The expected response is the entire set of entries, copied exactly.

Stored items:

[Start of Attachment]

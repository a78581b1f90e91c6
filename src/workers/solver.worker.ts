import { benchProblem, type RowResult, solveRow } from '../../shared/protocol/solve-row';
import type { SolverAnswer, SolverJob } from './solver-messages';

/** So that a long table shows its first rows at once, and that a newer job is heard between two batches. */
const rowsPerBatch = 10;

let newestJob = 0;

function answer(message: SolverAnswer): void {
  self.postMessage(message);
}

function pause(): Promise<void> {
  return new Promise((resolve) => setTimeout(resolve, 0));
}

async function solve({ job, bench, convention, expressions }: SolverJob): Promise<void> {
  const read = benchProblem(bench, convention);
  if (!read.ok) {
    answer({ kind: 'bench-unreadable', job, message: `Column ${read.error.column}: ${read.error.message}` });
    return;
  }
  for (let from = 0; from < expressions.length && job === newestJob; from += rowsPerBatch) {
    const batch = expressions.slice(from, from + rowsPerBatch);
    const results: RowResult[] = batch.map((expression) => solveRow(expression, read.problem, convention));
    answer({ kind: 'rows', job, from, results, done: from + rowsPerBatch >= expressions.length });
    await pause();
  }
}

self.addEventListener('message', ({ data }: MessageEvent<SolverJob>) => {
  newestJob = data.job;
  void solve(data);
});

[End of Attachment]

Exercise solution:
repository a78581b1f90e91c6
filename src/workers/solver.worker.ts
import { benchProblem, type RowResult, solveRow } from '../../shared/protocol/solve-row';
import type { SolverAnswer, SolverJob } from './solver-messages';

/** So that a long table shows its first rows at once, and that a newer job is heard between two batches. */
const rowsPerBatch = 10;

let newestJob = 0;

function answer(message: SolverAnswer): void {
  self.postMessage(message);
}

function pause(): Promise<void> {
  return new Promise((resolve) => setTimeout(resolve, 0));
}

async function solve({ job, bench, convention, expressions }: SolverJob): Promise<void> {
  const read = benchProblem(bench, convention);
  if (!read.ok) {
    answer({ kind: 'bench-unreadable', job, message: `Column ${read.error.column}: ${read.error.message}` });
    return;
  }
  for (let from = 0; from < expressions.length && job === newestJob; from += rowsPerBatch) {
    const batch = expressions.slice(from, from + rowsPerBatch);
    const results: RowResult[] = batch.map((expression) => solveRow(expression, read.problem, convention));
    answer({ kind: 'rows', job, from, results, done: from + rowsPerBatch >= expressions.length });
    await pause();
  }
}

self.addEventListener('message', ({ data }: MessageEvent<SolverJob>) => {
  newestJob = data.job;
  void solve(data);
});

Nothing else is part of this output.